For Alice, who is 29 and works in PR, podcasters – in particular, the Sentimental in the City hosts Dolly Alderton and Caroline O’Donoghue – served as “replacement” friends during lockdown. They also simulated the casual intimacy of the colleague experience. Like the office, podcasts allow you to form “strong connections based on day-to-day stuff, but it’s not a deep and meaningful relationship”, Alice says.

The pandemic also meant that most friendships were conducted exclusively through technology, blurring the lines between podcasters and acquaintances even further. “We’re all starved of information,” says 32-year-old Steph, who counts the Nobody Panic hosts Tessa Coates and Stevie Martin among her podcast pals. “A story you’ve heard [from a friend] and a story you’ve heard via a podcast are coming in via the same medium, which is a disembodied voice on your phone. In a lot of ways, one isn’t any more real than the other.”

To blame the pandemic entirely for my own delusions would be unfair. In fact, thinking I am friends with podcasters is something I have done since I was a teenager (thanks for the good times, Adam and Joe). What hadn’t occurred to me was that my parasocial tendencies might betray questionable personality traits. Robins points out that podcasts provide friendship “on your terms” – and, crucially, at your own convenience. Steph describes it as a “lazy, selfish version of socialising – you’re getting what you want without putting in effort”. Podcasts also allow for companionship that is free of chaos and confusion; ideal for control freaks.

Yet sometimes podcast friends aren’t merely user-friendly substitutes – they can fill real voids in your life. Part of the reason I am such a huge fan of Rob Beckett and Josh Widdicombe’s Lockdown Parenting Hell is because none of my friends have children, so listening to the pair’s candid complaints feels reassuring and cathartic. Similarly, when nobody you know in real life shares your niche interest, some podcast somewhere will provide someone who does.

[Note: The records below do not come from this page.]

#: extension beside "worst": the family member where Ms is worst (factors null for a
#: listed member) and what the worst values were taken over (explorer/evaluation/family.py)
WORST_MEMBER: Schema = _obj(
    {"gain_factor": _num("factor on the plant gain", exclusiveMinimum=0),
     "delay_s": _num("the member's delay", minimum=0),
     "time_scale": _num("factor on every time constant", exclusiveMinimum=0),
     "where": {"type": "string"}},
    ["gain_factor", "delay_s", "time_scale", "where"],
    "extension ([variation]): the member with the worst sensitivity peak",
)
_TIME_FIGURES = ("overshoot_pct", "settling_time_s", "iae_load")
TIME_REFINEMENT: Schema = _obj(
    {"method": {"type": "string"},
     "members_simulated": _int("members of the box whose step responses were simulated"),
     "tolerance": _obj({"overshoot_pct": _num("percentage points", null=False, minimum=0),
                        "settling_time_rel": _num("", null=False, minimum=0),
                        "iae_load_rel": _num("", null=False, minimum=0)},
                       ["overshoot_pct", "settling_time_rel", "iae_load_rel"]),
     "finest_cell": _num("smallest cell, share of each range", null=False,
                         exclusiveMinimum=0),
     "converged": {"type": "boolean"},
     "cap_hit": {"type": "boolean"},
     "unresolved_cells": _obj({k: _int("") for k in _TIME_FIGURES}, list(_TIME_FIGURES)),
     "jump_cells": _obj({k: _int("") for k in _TIME_FIGURES}, list(_TIME_FIGURES)),
     "largest_excess": _obj({k: _num("", null=False, minimum=0) for k in _TIME_FIGURES},
                            list(_TIME_FIGURES)),
     "worst_at": _obj({k: {"oneOf": [{"type": "null"}, _obj(
         {"gain_factor": _num("", null=False, exclusiveMinimum=0),
          "delay_s": _num("", null=False, minimum=0),
          "time_scale": _num("", null=False, exclusiveMinimum=0)},
         ["gain_factor", "delay_s", "time_scale"])]} for k in _TIME_FIGURES},
         list(_TIME_FIGURES), "the member of the box where each worst was found (null: "
         "at the nominal plant or a listed member)")},
    ["method", "members_simulated", "tolerance", "finest_cell", "converged", "cap_hit",
     "unresolved_cells", "jump_cells", "largest_excess", "worst_at"],
    "extension ([variation] with a range): the adaptive refinement of the step figures "
    "over the box (docs/metrics.md)",
)
WORST_BASIS: Schema = _obj(
    {"frequency": {"type": "string"},
     "time": _str_list("the members whose step responses were simulated one by one, "
                       "then one line on the refinement over the box"),
     "time_scale_bound": _num("", minimum=0),
     "time_scale_gap": _num("", minimum=0),
     "time_refinement": TIME_REFINEMENT},
    ["frequency", "time"],
    "extension ([variation], being built, so open to new keys): the members the worst "
    "values were taken over",
    closed=False,
)
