def vector_fit(
    omega_rad_s: np.ndarray,
    f: np.ndarray,
    poles: np.ndarray,
    *,
    weight: np.ndarray,
    iterations: int = 12,
    flip: bool = True,
    biproper: bool = False,
) -> tuple[np.ndarray, np.ndarray, float]:
    """Relaxed vector fitting of f(jω) by d + Σ rₙ/(s − aₙ) from starting ``poles``.

    Returns (poles, complex residues in the same order, d). ``d`` is 0 unless
    ``biproper``. ``flip`` reflects right-half-plane poles after each relocation."""
    s = 1j * np.asarray(omega_rad_s, dtype=float)
    f = np.asarray(f, dtype=complex)
    w = np.asarray(weight, dtype=float)
    k = s.size
    p = np.asarray(poles, dtype=complex)
    for _ in range(iterations):
        real, upper = _split(p)
        phi = _basis(s, real, upper)
        n = phi.shape[1]
        cols = [phi] + ([np.ones((k, 1))] if biproper else []) + [-f[:, None] * phi, -f[:, None]]
        a = w[:, None] * np.concatenate(cols, axis=1)
        a_r = np.concatenate([a.real, a.imag], axis=0)
        rhs = np.zeros(2 * k)
        # relaxation: Re Σₖ σ(sₖ) = K, weighted like the data rows
        relax = np.zeros(a_r.shape[1])
        off = n + (1 if biproper else 0)
        relax[off:off + n] = np.sum(phi.real, axis=0)
        relax[off + n] = k
        scale = np.linalg.norm(w * f) / k
        a_r = np.vstack([a_r, scale * relax])
        rhs = np.append(rhs, scale * k)
        x = _lstsq_real(a_r, rhs)
        ct = x[off:off + n]
        dt = x[off + n]
        if abs(dt) < 1e-8:
            dt = math.copysign(1e-8, dt if dt != 0 else 1.0)
        am, bm = _real_form(real, upper)
        z = np.linalg.eigvals(am - np.outer(bm, ct) / dt)
        p = _clean(z, flip)
    # residues with the final poles
    real, upper = _split(p)
    phi = _basis(s, real, upper)
    cols = [phi] + ([np.ones((k, 1))] if biproper else [])
    a = w[:, None] * np.concatenate(cols, axis=1)
    x = _lstsq_real(np.concatenate([a.real, a.imag], axis=0),
                    np.concatenate([(w * f).real, (w * f).imag]))
    n = phi.shape[1]
    res = list(x[: real.size].astype(complex))
    up_res = [x[real.size + 2 * i] + 1j * x[real.size + 2 * i + 1] for i in range(upper.size)]
    d = float(x[n]) if biproper else 0.0
    poles_out = np.concatenate([real, upper, np.conj(upper)])
    res_out = np.array(res + up_res + [np.conj(r) for r in up_res], dtype=complex)
    return poles_out, res_out, d


def _pole_residue_value(s: np.ndarray, poles: np.ndarray, res: np.ndarray, d: float) -> np.ndarray:
    return d + np.sum(res[None, :] / (s[:, None] - poles[None, :]), axis=1)


def _to_rational(poles: np.ndarray, res: np.ndarray, d: float, delay_s: float,
                 w_top: float, w_bottom: float) -> tuple[Rational, int]:
    """Roots form of d + Σ r/(s−a): zeros from the generalised eigenvalue problem of
    the state-space realisation; zeros beyond FAR_ZERO_FACTOR·w_top folded into the
    gain. Returns the model and the number of zeros folded."""
    real, upper = _split(poles)
    a, b = _real_form(real, upper)
    pr = np.concatenate([real, upper, np.conj(upper)])
    # c in the real form: real residue → c = r; pair → (Re r, Im r)
    c = [r.real for r in res[: real.size]]
    for i in range(upper.size):
        r = res[real.size + i]
        c += [r.real, r.imag]
    c_arr = np.array(c)
    n = a.shape[0]
    m = np.block([[a, b[:, None]], [c_arr[None, :], np.array([[d]])]])
    e = np.zeros((n + 1, n + 1))
    e[:n, :n] = np.eye(n)
    with np.errstate(all="ignore"):
        zz = linalg.eigvals(m, e)
    zz = zz[np.isfinite(zz)]
    far = np.abs(zz) > FAR_ZERO_FACTOR * w_top
    zeros = zz[~far]
    # tidy conjugate pairs / real values
    tol = 1e-7 * np.maximum(np.abs(zeros), 1e-300)
    zr = zeros[np.abs(zeros.imag) <= tol].real.astype(complex)
    zu = zeros[zeros.imag > tol]
    zeros = np.concatenate([zr, zu, np.conj(zu)])
    s0 = 1j * w_top / 10.0
    val = _pole_residue_value(np.array([s0]), poles, res, d)[0]
    g = val * np.prod(s0 - pr) / np.prod(s0 - zeros) if zeros.size else val * np.prod(s0 - pr)
    # a real pole this close to the origin is an integrator: made exact
    pr = np.where((np.abs(pr) < INTEGRATOR_TOL * w_bottom) & (pr.imag == 0), 0.0, pr)
    model = Rational(gain=float(g.real), zeros=tuple(zeros), poles=tuple(pr), delay_s=delay_s)
    return model, int(np.sum(far))


def _weighted_err(model: Rational, w: np.ndarray, f: np.ndarray, weight: np.ndarray) -> float:
    return float(np.sqrt(np.mean((weight * np.abs(model.freqresp(w) - f)) ** 2)))


def _refit_gain(model: Rational, w: np.ndarray, f: np.ndarray, weight: np.ndarray) -> Rational:
    """The real gain that minimises the weighted error for the model's roots and delay."""
    h = model.freqresp(w) / model.gain
    ww = weight**2
    g = float(np.sum(ww * (np.conj(h) * f).real) / np.sum(ww * np.abs(h) ** 2))
    return Rational(gain=g, zeros=model.zeros, poles=model.poles, delay_s=model.delay_s)
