def clear_stale_journal_lock(journal: Path, *, held_s: float = HELD_LOCK_S) -> bool:
    """Remove the journal's lock when it is stale (a worker was killed while
    appending); True when one was removed. Stale: older than STALE_LOCK_S, or the same
    lock still held after ``held_s`` of watching. A lock that is released or taken
    anew meanwhile belongs to a live writer and is left alone."""
    lock = Path(str(journal) + JOURNAL_LOCK_SUFFIX)
    try:
        st = os.lstat(lock)
    except FileNotFoundError:
        return False
    if time.time() - st.st_mtime < STALE_LOCK_S:
        ident = (st.st_ino, st.st_mtime_ns)
        deadline = time.monotonic() + held_s
        while time.monotonic() < deadline:
            time.sleep(0.05)
            try:
                now = os.lstat(lock)
            except FileNotFoundError:
                return False  # released: a live writer
            if (now.st_ino, now.st_mtime_ns) != ident:
                return False  # taken anew: a live writer
    try:
        lock.unlink()
    except FileNotFoundError:  # its owner released it meanwhile
        return False
    return True


def _with_driver(url: str) -> str:
    """``postgresql://`` means psycopg (3) to SQLAlchemy 2.1; fall back to psycopg2
    when only that driver is installed."""
    if url.startswith("postgresql://"):
        if (
            importlib.util.find_spec("psycopg") is None
            and importlib.util.find_spec("psycopg2") is not None
        ):
            return "postgresql+psycopg2://" + url[len("postgresql://") :]
    return url


def study_names(structures: list[Structure]) -> list[str]:
    return [f"{i:02d} {s.label}" for i, s in enumerate(structures)]


def _sampler_seed(seed: int | None, index: int) -> int | None:
    if seed is None:
        return None
    return int(np.random.SeedSequence([int(seed) & 0xFFFFFFFF, index]).generate_state(1)[0])
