def refine(
    problem: Problem,
    s: Structure,
    starts: list[Start],
    *,
    step0: float = STEP0,
    min_step: float = MIN_STEP,
    max_iter: int = MAX_ITER,
    progress: Callable[[int, int], None] | None = None,
    polish: bool = True,
) -> list[dict[str, float] | None]:
    """Refined parameters per start (the start itself when nothing better is found),
    or None for a start that is not feasible. Time-domain metrics are computed only
    when a study limit needs them (``problem.time_limits``); the caller re-evaluates
    the result fully. ``progress(iteration, max_iter)`` is called before each
    iteration. ``polish``: finish a frequency-domain criterion on its active
    constraints (:func:`_polish`)."""
    coords = coordinates(problem, s)
    d = len(coords)
    if not starts:
        return []
    td = problem.time_limits or any(st.criterion == "iae_load" for st in starts)
    x = np.array([_to_x(coords, st.params) for st in starts], float).reshape(len(starts), d)
    crit = [st.criterion for st in starts]
    f = _scores(evaluate_points(problem, s, coords, x, time_domain=td), crit)
    if d == 0:
        return [
            dict(st.params) if np.isfinite(fi) else None
            for st, fi in zip(starts, f, strict=True)
        ]
    lo = np.array([c[1] for c in coords])
    hi = np.array([c[2] for c in coords])
    lo_k = np.minimum(lo[None, :], x)  # a start outside the bounds (a hand design) widens them
    hi_k = np.maximum(hi[None, :], x)
    span = np.where(hi_k > lo_k, hi_k - lo_k, 1.0)
    fixed = _directions(d)
    step = np.where(np.isfinite(f), step0, 0.0)
    stop = np.array([max(min_step, TIME_MIN_STEP) if c == "iae_load" else min_step for c in crit])
    last = np.zeros_like(x)
    for it in range(max_iter):
        act = np.flatnonzero(step >= stop)
        if act.size == 0:
            break
        if progress is not None:
            progress(it + 1, max_iter)
        dirs = np.concatenate([fixed, _rotated(it + 1, d)], axis=0)
        cand = x[act, None, :] + step[act, None, None] * span[act, None, :] * dirs[None]
        cand = np.concatenate([cand, (x[act] + 2.0 * last[act])[:, None, :]], axis=1)
        cand = np.clip(cand, lo_k[act, None, :], hi_k[act, None, :])
        m = cand.shape[1]
        flat = cand.reshape(-1, d)
        rows_crit = [crit[k] for k in act for _ in range(m)]
        res = _evaluate_lazily(problem, s, coords, flat, rows_crit, np.repeat(f[act], m), td)
        fc = _scores(res, rows_crit).reshape(act.size, m)
        best = np.argmin(fc, axis=1)
        fb = fc[np.arange(act.size), best]
        better = fb < f[act] - 1e-10 * np.maximum(1.0, np.abs(f[act]))
        for j, k in enumerate(act):
            if better[j]:
                new = cand[j, best[j]]
                last[k] = new - x[k]  # a pattern move doubles the last step
                x[k], f[k] = new, fb[j]
                step[k] = min(2.0 * step[k], step0)  # success: coarser mesh (MADS)
            else:
                last[k] = 0.0
                step[k] *= 0.5
    if polish and not td:
        for i in range(len(starts)):
            if np.isfinite(f[i]):
                x[i], f[i] = _polish(problem, s, coords, x[i], f[i], crit[i],
                                     lo_k[i], hi_k[i], span[i])
    out: list[dict[str, float] | None] = []
    for i in range(len(starts)):
        if not np.isfinite(f[i]):
            out.append(None)
            continue
        p = _to_params(coords, x[i : i + 1])
        out.append({name: float(v[0]) for name, v in p.items()})
    return out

But even when they serve no discernible purpose, these fake friendships still bring much to my life: comedy, camaraderie, comfort, an expanded universe. As lockdown lifts, I have no intention of weaning myself off them. But I am also looking forward to reacquainting myself with real relationships: ones that are messier, more inconvenient and, actually, far less self-serving – even if they give me the opportunity to talk about myself for a change.